Anthology of Computers and the Humanities · Volume 3

Towards Comparable Historical NER: Building a Shared Evaluation Corpus for 18th-Century Historical Texts

Lu Liu1 ORCID , Andreas Vlachidis1 , Adam Crymble1 , Deborah Lee1 and Marco Humbel1,2

  • 1 Department of Information Studies, University College London (UCL), London, United Kingdom
  • 2 The National Archives, London, United Kingdom

Permanent Link: https://doi.org/10.63744/dwCJ80qwvAtr

Published: 21 November 2025

Keywords: named entity recognition, evaluation corpus, historical documents, digital humanities, natural language processing

Abstract

Named Entity Recognition (NER) is increasingly applied to historical text analysis. However, differences in evaluation materials, metrics, and annotation guidelines across existing NER projects make it difficult to systematically compare different approaches to historical NER. This study addresses this issue by constructing an evaluation corpus through the normalization of four annotated datasets from the long 18th century.

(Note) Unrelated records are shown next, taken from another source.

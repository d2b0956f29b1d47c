import { Card, Typography } from 'antd';
import type { DerivationStep } from '@loftwright/buoyancy';
import { useReadingPreferences } from '@/components/reading/reading-preferences';
import { stepNumber } from './step-number';

/** Every step: what is computed, the formula, the numbers put in, the result, and its source. */
export function DerivationPanel({ steps }: { steps: readonly DerivationStep[] }) {
  const { numberFormat } = useReadingPreferences();
  const number = (value: number) => stepNumber(value, numberFormat);
  return (
    <Card title="Derivation" size="small">
      <ol style={{ paddingLeft: 20, margin: 0 }} aria-label="Derivation steps">
        {steps.map((step) => (
          <li key={step.id} style={{ marginBottom: 12 }} data-step={step.id}>
            <Typography.Text strong>{step.label}</Typography.Text>
            <div className="lw-mono">{step.formula}</div>
            {step.values.length > 0 ? (
              <div className="lw-mono" style={{ fontSize: 12 }}>
                {step.values
                  .map(
                    (value) =>
                      `${value.symbol} = ${number(value.value)}${value.unit ? ` ${value.unit}` : ''}`,
                  )
                  .join(', ')}
              </div>
            ) : null}
            <div className="lw-mono">
              → {step.result.symbol} = {number(step.result.value)} {step.result.unit}
            </div>
            <Typography.Text type="secondary" style={{ fontSize: 12 }}>
              {step.source}
            </Typography.Text>
          </li>
        ))}
      </ol>
    </Card>
  );
}
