import { App, type UploadProps } from 'antd';
import { useState } from 'react';
import { useUploadAttachment } from '../api/attachments-api';

/** Uploads of files dropped or chosen, one at a time in view with its progress. */
export function useAttachmentUpload(calculationId: string, fillLogId: string | undefined) {
  const { message } = App.useApp();
  const upload = useUploadAttachment(calculationId);
  const [progress, setProgress] = useState<{ name: string; percent: number } | null>(null);

  const customRequest: UploadProps['customRequest'] = ({ file, onSuccess, onError }) => {
    const chosen = file as File;
    setProgress({ name: chosen.name, percent: 0 });
    upload.mutate(
      {
        file: chosen,
        fillLogId,
        onProgress: (percent) => setProgress({ name: chosen.name, percent }),
      },
      {
        onSuccess: (saved) => {
          setProgress(null);
          onSuccess?.(saved);
          void message.success(`Added ${saved.fileName}.`);
        },
        onError: (error) => {
          setProgress(null);
          onError?.(error);
          void message.error(`${chosen.name}: ${error.message}`);
        },
      },
    );
  };

  return {
    /** The file uploading now and how far it is. */
    progress,
    customRequest,
  };
}
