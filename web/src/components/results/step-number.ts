/** A number in a derivation: six significant figures, exponent form when very large or small. */
export function stepNumber(value: number): string {
  if (value === 0) return '0';
  const magnitude = Math.abs(value);
  return magnitude >= 1e6 || magnitude < 1e-3
    ? value.toExponential(4)
    : Number(value.toPrecision(6)).toString();
}
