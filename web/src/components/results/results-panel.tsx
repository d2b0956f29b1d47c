import { Alert, Card, Empty, List, Typography } from 'antd';
import type { CalculationResult, UnitSystem } from '@loftwright/buoyancy';
import { useNumberDisplay } from '@/components/reading/use-number-display';

const SEVERITY = { caution: 'error', warning: 'warning', note: 'info' } as const;

/** Each result as value, unit and a line of context; then the cautions and warnings that apply. */
export function ResultsPanel({
  result,
  unitSystem,
  title = 'Results',
  problem,
}: {
  result: CalculationResult | undefined;
  unitSystem: UnitSystem;
  title?: string;
  problem?: string;
}) {
  const show = useNumberDisplay(unitSystem);
  return (
    <Card title={title} size="small">
      <div role="status" aria-live="polite" aria-label={title}>
        {problem ? (
          <Alert type="error" showIcon title={problem} style={{ marginBottom: 12 }} />
        ) : null}
        {!result ? (
          <Empty description="Complete the inputs to see results" />
        ) : (
          <List
            size="small"
            dataSource={Object.entries(result.outputs)}
            renderItem={([name, output]) => {
              const shown = show.output(output.value, output.unit);
              return (
                <List.Item key={name} data-output={name}>
                  <div style={{ width: '100%' }}>
                    <Typography.Text type="secondary">{output.label}</Typography.Text>
                    <div>
                      <Typography.Text strong className="lw-mono" style={{ fontSize: 16 }}>
                        {shown.value}
                      </Typography.Text>{' '}
                      <Typography.Text>{shown.unit}</Typography.Text>
                    </div>
                    {output.context ? (
                      <Typography.Text type="secondary" style={{ fontSize: 12 }}>
                        {output.context}
                      </Typography.Text>
                    ) : null}
                  </div>
                </List.Item>
              );
            }}
          />
        )}
      </div>
      {result?.warnings.map((warning) => (
        <Alert
          key={warning.code}
          type={SEVERITY[warning.severity]}
          showIcon
          title={
            warning.severity === 'caution'
              ? 'Caution'
              : warning.severity === 'warning'
                ? 'Check this'
                : 'Note'
          }
          description={warning.message}
          style={{ marginTop: 8 }}
          data-warning={warning.code}
        />
      ))}
    </Card>
  );
}
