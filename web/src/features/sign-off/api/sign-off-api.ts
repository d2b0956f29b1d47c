import type { ReviewedVersion, Verification } from '@loftwright/contract';
import { useQuery } from '@tanstack/react-query';
import { apiClient } from '@/lib/api-client';

export type { ReviewedVersion, Verification } from '@loftwright/contract';

/** GET /api/calculations/:id/versions/:n/reviews: the version as its sheet shows it. */
export const useReviewedVersion = (id: string, number: number) =>
  useQuery({
    queryKey: ['calculations', 'reviewed', id, number],
    queryFn: async () =>
      (await apiClient.get<ReviewedVersion>(`/calculations/${id}/versions/${number}/reviews`)).data,
  });

/** GET /api/verify/:fingerprint */
export const useVerification = (fingerprint: string) =>
  useQuery({
    queryKey: ['verify', fingerprint],
    queryFn: async () => (await apiClient.get<Verification>(`/verify/${fingerprint}`)).data,
  });
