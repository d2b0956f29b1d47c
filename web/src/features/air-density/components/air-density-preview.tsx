import { Card, Form, InputNumber, Space, Typography } from 'antd';
import { useState } from 'react';
import {
  AIR_PRESSURE_RANGE_PA,
  AIR_TEMPERATURE_RANGE_K,
  dryAirDensityKgM3,
  InputError,
} from '@loftwright/buoyancy';

const KELVIN_AT_ZERO_CELSIUS = 273.15;
const toCelsius = (temperatureK: number) => Math.round(temperatureK - KELVIN_AT_ZERO_CELSIUS);
const TEMPERATURE_RANGE_TEXT = `Air temperature must be between ${toCelsius(
  AIR_TEMPERATURE_RANGE_K.min,
)} °C and ${toCelsius(AIR_TEMPERATURE_RANGE_K.max)} °C.`;
const PRESSURE_RANGE_TEXT = `Air pressure must be between ${AIR_PRESSURE_RANGE_PA.min / 100} hPa and ${
  AIR_PRESSURE_RANGE_PA.max / 100
} hPa.`;

/**
 * A first look at the engine running in the browser: dry-air density from temperature and
 * pressure, recomputed as the user types. The full ambient-air editor replaces it later.
 */
export function AirDensityPreview() {
  const [temperatureC, setTemperatureC] = useState<number | null>(15);
  const [pressureHPa, setPressureHPa] = useState<number | null>(1013.25);

  let densityKgM3: number | undefined;
  let problem: string | undefined;
  if (temperatureC === null || pressureHPa === null) {
    problem = 'Enter both temperature and pressure.';
  } else {
    try {
      densityKgM3 = dryAirDensityKgM3(temperatureC + KELVIN_AT_ZERO_CELSIUS, pressureHPa * 100);
    } catch (error) {
      if (!(error instanceof InputError)) throw error;
      problem = error.field === 'temperatureK' ? TEMPERATURE_RANGE_TEXT : PRESSURE_RANGE_TEXT;
    }
  }

  return (
    <Card title="Dry air density">
      <Form layout="vertical">
        <Space wrap size="large">
          <Form.Item label="Air temperature" htmlFor="air-temperature">
            <InputNumber
              id="air-temperature"
              value={temperatureC}
              onChange={setTemperatureC}
              suffix="°C"
              step={1}
              style={{ width: 160 }}
            />
          </Form.Item>
          <Form.Item label="Air pressure" htmlFor="air-pressure">
            <InputNumber
              id="air-pressure"
              value={pressureHPa}
              onChange={setPressureHPa}
              suffix="hPa"
              step={1}
              style={{ width: 160 }}
            />
          </Form.Item>
        </Space>
      </Form>
      <div role="status" aria-live="polite">
        {densityKgM3 === undefined ? (
          <Typography.Text type="danger">{problem}</Typography.Text>
        ) : (
          <>
            <Typography.Title level={3} style={{ margin: 0 }}>
              <span className="lw-mono">{densityKgM3.toFixed(4)}</span> kg/m³
            </Typography.Title>
            <Typography.Text type="secondary">
              ideal-gas law, dry air, molar mass of the U.S. Standard Atmosphere 1976
            </Typography.Text>
          </>
        )}
      </div>
    </Card>
  );
}
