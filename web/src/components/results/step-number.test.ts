import { describe, expect, it } from 'vitest';
import { stepNumber } from './step-number';

describe('numbers in a derivation', () => {
  it.each([
    [101325, 'point-comma', '101,325'],
    [101325, 'comma-space', '101\u202f325'],
    [1.2250001, 'comma-point', '1,225'],
    [-26.850000000000023, 'point-comma', '\u221226.85'],
    [6.02214076e23, 'point-comma', '6.0221 × 10²³'],
    [0.000123456, 'comma-space', '1,2346 × 10⁻⁴'],
    [0, 'comma-point', '0'],
  ] as const)('%s in %s is %s', (value, format, expected) => {
    expect(stepNumber(value, format)).toBe(expected);
  });
});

We evaluate the performance of the Edinburgh Geoparser, spaCy and BERT-based tool on this corpus using five evaluation modes. Results show that even under the most lenient criteria, the highest F1-score remains below 70%, highlighting the challenges of applying existing NER systems to historical texts. Through detailed error analysis, we identify common challenges such as spelling and formatting issues. These findings demonstrate the limitations of NER tools in historical documents. We argue that future work should involve collaboration with historians to ensure that evaluation corpus align with real user needs.